A Comparison of Distributed Machine Learning Platforms - ipsum2
http://muratbuffalo.blogspot.com/2017/07/a-comparison-of-distributed-machine.html
======
agibsonccc
I would like to encourage anyone to read these kinds of "evaluations" with a
bit of criticism.

When doing evaluations there are a lot of nuances.

I will comment on a real world example from our own experience.

Disclaimer: I am biased running a company implementing my own platform. I will
try to stick to topics that folks should "look for" when evaluating these
things rather than inviting a debate on "my tool vs yours"

For deep learning on spark specifically, there are 2 workloads, training and
inference.

Your data pipeline here matters a lot. A job that pulls data from hive will
_surprise_ be bottlenecked by hive. This by extension means the kind of data
and small things like the number of records you fetch or cache on say: hdfs
matters a TON.

On our platform, we implement 2 versions of distributed communications: spark
driver and parameter server. The parameter server is faster. The latter is
what mxnet and tensorflow do as well. Tensorflow uses grpc underneath. mxnet
writes its own.

While both are data flow graphs, the latter is optimized for linear algebra
and I would like to say has very different requirements (for example gpus
which are another level of complexity)

When using these parameter servers, you should look at what guarantees these
things provide. For example, do you need consistent latency? Fault tolerance?
At what scale?

Something as simple as"do these parameter servers do p2p on each node?"

With spark, it's not well designed for that. A lot of workers are meant to be
stateless.

With spark another gotcha (especially on the linear algebra part) is on heap
memory. When you are using say: pyspark for example, how you handle data
movement matters a lot, and again _surprise_ ends up being your bottleneck.

We use pyjnius instead in our python interface for linear algebra:
[https://github.com/deeplearning4j/jumpy](https://github.com/deeplearning4j/jumpy)

We implemented this because we liked the idea of being able to pass numpy
pointers straight to the JVM rather than copying data. I believe pytorch and
co do this as well (which are just straight C/C++).
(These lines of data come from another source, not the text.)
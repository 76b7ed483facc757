"""Connected covers of one base component, enumerated up to conjugacy.

Reference copy (tests only) of the first, simple implementation of
:mod:`covertree.monodromy.pieces`: normal forms compared generator by
generator and only at complete tuples, the last prescribed special point solved
and its type checked at the end.  The tests compare the library with it.

Convention
----------
A base component of genus ``h`` with special points ``p_1..p_n`` (legs and
half-edges, in a fixed order) is covered in degree ``k`` by a tuple
``(a_1, b_1, ..., a_h, b_h, s_1, ..., s_n)`` of permutations of the sheets
``0..k-1`` with ``[a_1,b_1]...[a_h,b_h] s_1 ... s_n = 1`` (products left to
right, see :mod:`covertree.symmetric.permutations`).  A *piece* is such a tuple
generating a transitive group, taken up to simultaneous conjugation.

Method
------
Tuples are grown point by point in breadth-first order from sheet 0: the first
undefined image (point, generator) is given either an already reached point or
the next new one, so that every tuple is produced in its breadth-first normal
form from each start sheet, never as one of its ``k!`` labellings.  A tuple is
kept when its normal form from 0 is the least among the normal forms from all
``k`` start sheets; the start sheets giving the same normal form are exactly
the centraliser.  Cycle types prescribed at legs prune the search as cycles
close; one special point (a half-edge if there is one) is solved from the
relation.  This is the idea of the low-index subgroups algorithm.

References
----------
C. C. Sims, *Computation with Finitely Presented Groups*, Cambridge University
Press, 1994, chapter 5 (low-index subgroups).  The cost is proportional to
``k`` times the number of conjugacy classes of tuples reached, with no factor
``k!``.

Examples
--------
Degree-2 covers of a sphere with three special points, types free:

>>> ps = connected_pieces(2, 0, [None, None, None])
>>> [(p.gens, p.centraliser_order) for p in ps]
[(((1, 0), (0, 1), (1, 0)), 2), (((1, 0), (1, 0), (0, 1)), 2), (((0, 1), (1, 0), (1, 0)), 2)]
"""

from __future__ import annotations

from collections import Counter
from collections.abc import Iterator, Sequence
from dataclasses import dataclass, field
from functools import cached_property

from covertree.symmetric.permutations import Perm, commutator, compose, cycles, cycle_type, inverse

#: Allowed cycle lengths at a special point: length -> maximal number of cycles,
#: or ``None`` when the type is free (a half-edge).
Allowance = dict[int, int] | None


@dataclass(frozen=True)
class Piece:
    """A connected cover of one base component, in breadth-first normal form.

    Attributes
    ----------
    degree : int
    handles : int
        Genus ``h`` of the base component.
    gens : tuple of Perm
        ``(a_1, b_1, ..., a_h, b_h, s_1, ..., s_n)``.
    centraliser : tuple of Perm
        Every permutation commuting with all of ``gens`` (the deck group).
    """

    degree: int
    handles: int
    gens: tuple[Perm, ...]
    centraliser: tuple[Perm, ...] = field(compare=False)

    @property
    def centraliser_order(self) -> int:
        return len(self.centraliser)

    def special(self, p: int) -> Perm:
        """The permutation ``s_p`` at the ``p``-th special point (0-based)."""
        return self.gens[2 * self.handles + p]

    @property
    def n_special(self) -> int:
        return len(self.gens) - 2 * self.handles

    def profile(self, p: int) -> tuple[int, ...]:
        """Cycle type of ``s_p``."""
        return cycle_type(self.special(p))

    @cached_property
    def genus(self) -> int:
        """Genus by Riemann-Hurwitz: ``2g-2 = k(2h-2) + sum_p (k - #cycles(s_p))``."""
        k = self.degree
        ram = sum(k - len(self.profile(p)) for p in range(self.n_special))
        return (k * (2 * self.handles - 2) + ram + 2) // 2


def connected_pieces(degree: int, handles: int, allowed: Sequence[Allowance]) -> list[Piece]:
    """All pieces of the given degree over a component of genus ``handles``.

    Parameters
    ----------
    degree : int
        Degree ``k`` of the piece.
    handles : int
        Genus of the base component.
    allowed : sequence
        One entry per special point: ``None`` (any type) or a dict
        ``length -> max count``; the type of ``s_p`` must be a sub-multiset of it
        of size ``k``.

    Returns
    -------
    list of Piece
        One per conjugacy class, in the order produced (deterministic).

    Notes
    -----
    One special point (a free one if there is one) is solved from the
    relation.  Without special points every generator is grown and the
    relation is traced from every reached sheet as the partial permutations fill
    in (as in coset enumeration).

    Examples
    --------
    Connected triple covers of P^1 with three points of type (3):

    >>> [(p.gens, p.centraliser_order) for p in connected_pieces(3, 0, [{3: 1}] * 3)]
    [(((1, 2, 0), (1, 2, 0), (1, 2, 0)), 3)]

    With the third type free, ``s_2 = s_1^-1`` (and ``s_3 = 1``) appears too:

    >>> len(connected_pieces(3, 0, [{3: 1}, {3: 1}, None]))
    2
    """
    n = len(allowed)
    solved = _solved_index(allowed)
    order = _generation_order(handles, allowed, solved)
    gen_allow = [None if g < 2 * handles else allowed[g - 2 * handles] for g in order]
    relator = _relator(handles, n, order) if solved is None else None
    out = []
    for free in _normal_forms(degree, gen_allow, relator):
        full = _complete(free, order, handles, n, solved, degree)
        if full is None or not _fits(full, handles, allowed, solved):
            continue
        cent = _canonical_centraliser(free, degree)
        if cent is not None:
            out.append(Piece(degree, handles, full, cent))
    return out


def _relator(handles: int, n: int, order: list[int]) -> tuple[tuple[int, int], ...]:
    """The relation ``[a_1,b_1]...s_1...s_n`` as letters (position in the
    generation order, +1 or -1), read left to right."""
    where = {g: i for i, g in enumerate(order)}
    word: list[tuple[int, int]] = []
    for i in range(handles):
        a, b = where[2 * i], where[2 * i + 1]
        word += [(a, 1), (b, 1), (a, -1), (b, -1)]
    word += [(where[2 * handles + p], 1) for p in range(n)]
    return tuple(word)


def _solved_index(allowed: Sequence[Allowance]) -> int | None:
    """Index of the special point solved from the relation (a free one if any)."""
    if not allowed:
        return None
    free = [p for p, a in enumerate(allowed) if a is None]
    return free[0] if free else len(allowed) - 1


def _generation_order(handles: int, allowed: Sequence[Allowance], solved: int | None) -> list[int]:
    """Generator indices (into the full tuple) in the order they are grown:
    prescribed special points first (they prune best), then handles, then free."""
    special = [2 * handles + p for p in range(len(allowed)) if p != solved]
    prescribed = [g for g in special if allowed[g - 2 * handles] is not None]
    free = [g for g in special if allowed[g - 2 * handles] is None]
    return prescribed + list(range(2 * handles)) + free


def _complete(free: tuple[Perm, ...], order: list[int], handles: int, n: int,
              solved: int | None, k: int) -> tuple[Perm, ...] | None:
    """Full tuple in standard order, solving ``s_solved`` from the relation;
    ``None`` if there is no special point and the relation fails."""
    full: list[Perm | None] = [None] * (2 * handles + n)
    for g, perm in zip(order, free):
        full[g] = perm
    prefix = tuple(range(k))
    for i in range(handles):
        prefix = compose(prefix, commutator(full[2 * i], full[2 * i + 1]))
    base = 2 * handles
    if solved is None:
        for p in range(n):
            prefix = compose(prefix, full[base + p])
        return tuple(full) if prefix == tuple(range(k)) else None
    for p in range(solved):
        prefix = compose(prefix, full[base + p])
    suffix = tuple(range(k))
    for p in range(solved + 1, n):
        suffix = compose(suffix, full[base + p])
    full[base + solved] = compose(inverse(prefix), inverse(suffix))
    return tuple(full)


def _fits(full: tuple[Perm, ...], handles: int, allowed: Sequence[Allowance], solved: int | None) -> bool:
    """Whether the solved special point has an allowed type."""
    if solved is None or allowed[solved] is None:
        return True
    counts = Counter(len(c) for c in cycles(full[2 * handles + solved]))
    return all(allowed[solved].get(length, 0) >= m for length, m in counts.items())


def _normal_forms(k: int, gen_allow: list[Allowance],
                  relator: tuple[tuple[int, int], ...] | None = None) -> Iterator[tuple[Perm, ...]]:
    """Transitive tuples in breadth-first normal form from sheet 0, grown point by
    point; prescribed cycle lengths prune as cycles close, and the ``relator``
    (if given) prunes as soon as it fails to close from some sheet."""
    r = len(gen_allow)
    if r == 0:
        if k == 1:
            yield ()
        return
    img = [[-1] * k for _ in range(r)]
    pre = [[-1] * k for _ in range(r)]
    closed = [Counter() for _ in range(r)]
    longest = [max(a) if a else k for a in gen_allow]
    ctx = (k, r, img, pre, closed, gen_allow, longest, relator)
    yield from _grow(0, 1, ctx)


def _grow(slot: int, reached: int, ctx: tuple) -> Iterator[tuple[Perm, ...]]:
    k, r, img, pre, closed, gen_allow, longest, relator = ctx
    if slot == k * r:
        if reached == k:
            yield tuple(tuple(row) for row in img)
        return
    i, g = divmod(slot, r)
    if i >= reached:
        return
    row, back = img[g], pre[g]
    for j in range(min(reached + 1, k)):
        if back[j] != -1:
            continue
        length = _closing_length(row, back, i, j) if gen_allow[g] is not None else None
        if length is not None:
            if length > 0 and closed[g][length] >= gen_allow[g].get(length, 0):
                continue
            if length < 0 and -length > longest[g]:
                continue
        row[i], back[j] = j, i
        if length is not None and length > 0:
            closed[g][length] += 1
        now = max(reached, j + 1)
        if relator is None or _consistent(relator, img, pre, now):
            yield from _grow(slot + 1, now, ctx)
        if length is not None and length > 0:
            closed[g][length] -= 1
        row[i], back[j] = -1, -1


def _consistent(relator: tuple[tuple[int, int], ...], img: list[list[int]],
                pre: list[list[int]], reached: int) -> bool:
    """Trace the relator forwards and backwards from every reached sheet through
    the partial permutations; ``False`` if it provably cannot close."""
    n = len(relator)
    for p in range(reached):
        x, m = p, 0
        while m < n:
            g, sign = relator[m]
            y = img[g][x] if sign > 0 else pre[g][x]
            if y == -1:
                break
            x, m = y, m + 1
        if m == n:
            if x != p:
                return False
            continue
        y, top = p, n
        while top > m + 1:
            g, sign = relator[top - 1]
            z = pre[g][y] if sign > 0 else img[g][y]
            if z == -1:
                break
            y, top = z, top - 1
        if top == m + 1 and not _can_map(relator[m], x, y, img, pre):
            return False
    return True


def _can_map(letter: tuple[int, int], x: int, y: int, img: list[list[int]], pre: list[list[int]]) -> bool:
    """Whether the (undefined) letter may still send ``x`` to ``y``."""
    g, sign = letter
    if sign < 0:
        x, y = y, x
    return img[g][x] == -1 and pre[g][y] == -1


def _closing_length(row: list[int], back: list[int], i: int, j: int) -> int:
    """Setting ``i -> j``: the length of the cycle it closes (positive), or minus
    the length of the open chain it makes."""
    length, t = 1, j
    while row[t] != -1:
        t = row[t]
        length += 1
    if t == i:
        return length
    s = i
    while back[s] != -1:
        s = back[s]
        length += 1
    return -length


def _relabel(tup: tuple[Perm, ...], k: int, start: int) -> tuple[tuple[Perm, ...], list[int]]:
    """Breadth-first normal form of ``tup`` from ``start``; also the old point at
    each new label."""
    new = [-1] * k
    new[start] = 0
    old = [start]
    for p in old:
        for perm in tup:
            q = perm[p]
            if new[q] == -1:
                new[q] = len(old)
                old.append(q)
    return tuple(tuple(new[perm[old[x]]] for x in range(k)) for perm in tup), old


def _canonical_centraliser(tup: tuple[Perm, ...], k: int) -> tuple[Perm, ...] | None:
    """``None`` if another start sheet gives a smaller normal form; otherwise the
    centraliser (maps sending 0 to a start with the same normal form)."""
    cent = [tuple(range(k))]
    for start in range(1, k):
        form, old = _relabel(tup, k, start)
        if form < tup:
            return None
        if form == tup:
            cent.append(tuple(old))
    return tuple(cent)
That is the right way to
do it

The default is py4j (which overall is more versatile but not meant for DL)

Don't even get me started on a normal etl pipeline vs "images", which is
typically what you see.

Another big complexity with say: spark and even gpus is gpu usage. When using
mesos, you can only reserve a whole gpu, not fractions.

Another thing is worker setup. For deep learning specifically, What BLAS did
they use? How was it compiled? Was it optimized for the right cpu
architecture?

How does the the workers communicate with the gpu, if any?

If you're using a JVM, how do they handle the FFI?

How are workers configured for cpu/cpu? Things like OMP_NUM_THREADS on each
worker matter a lot.

If you're using spark, did you configure k small workers or 1 big one? How did
that interact with your multi threaded linear algebra?

Hopefully this gives people an idea of how complicated these things get.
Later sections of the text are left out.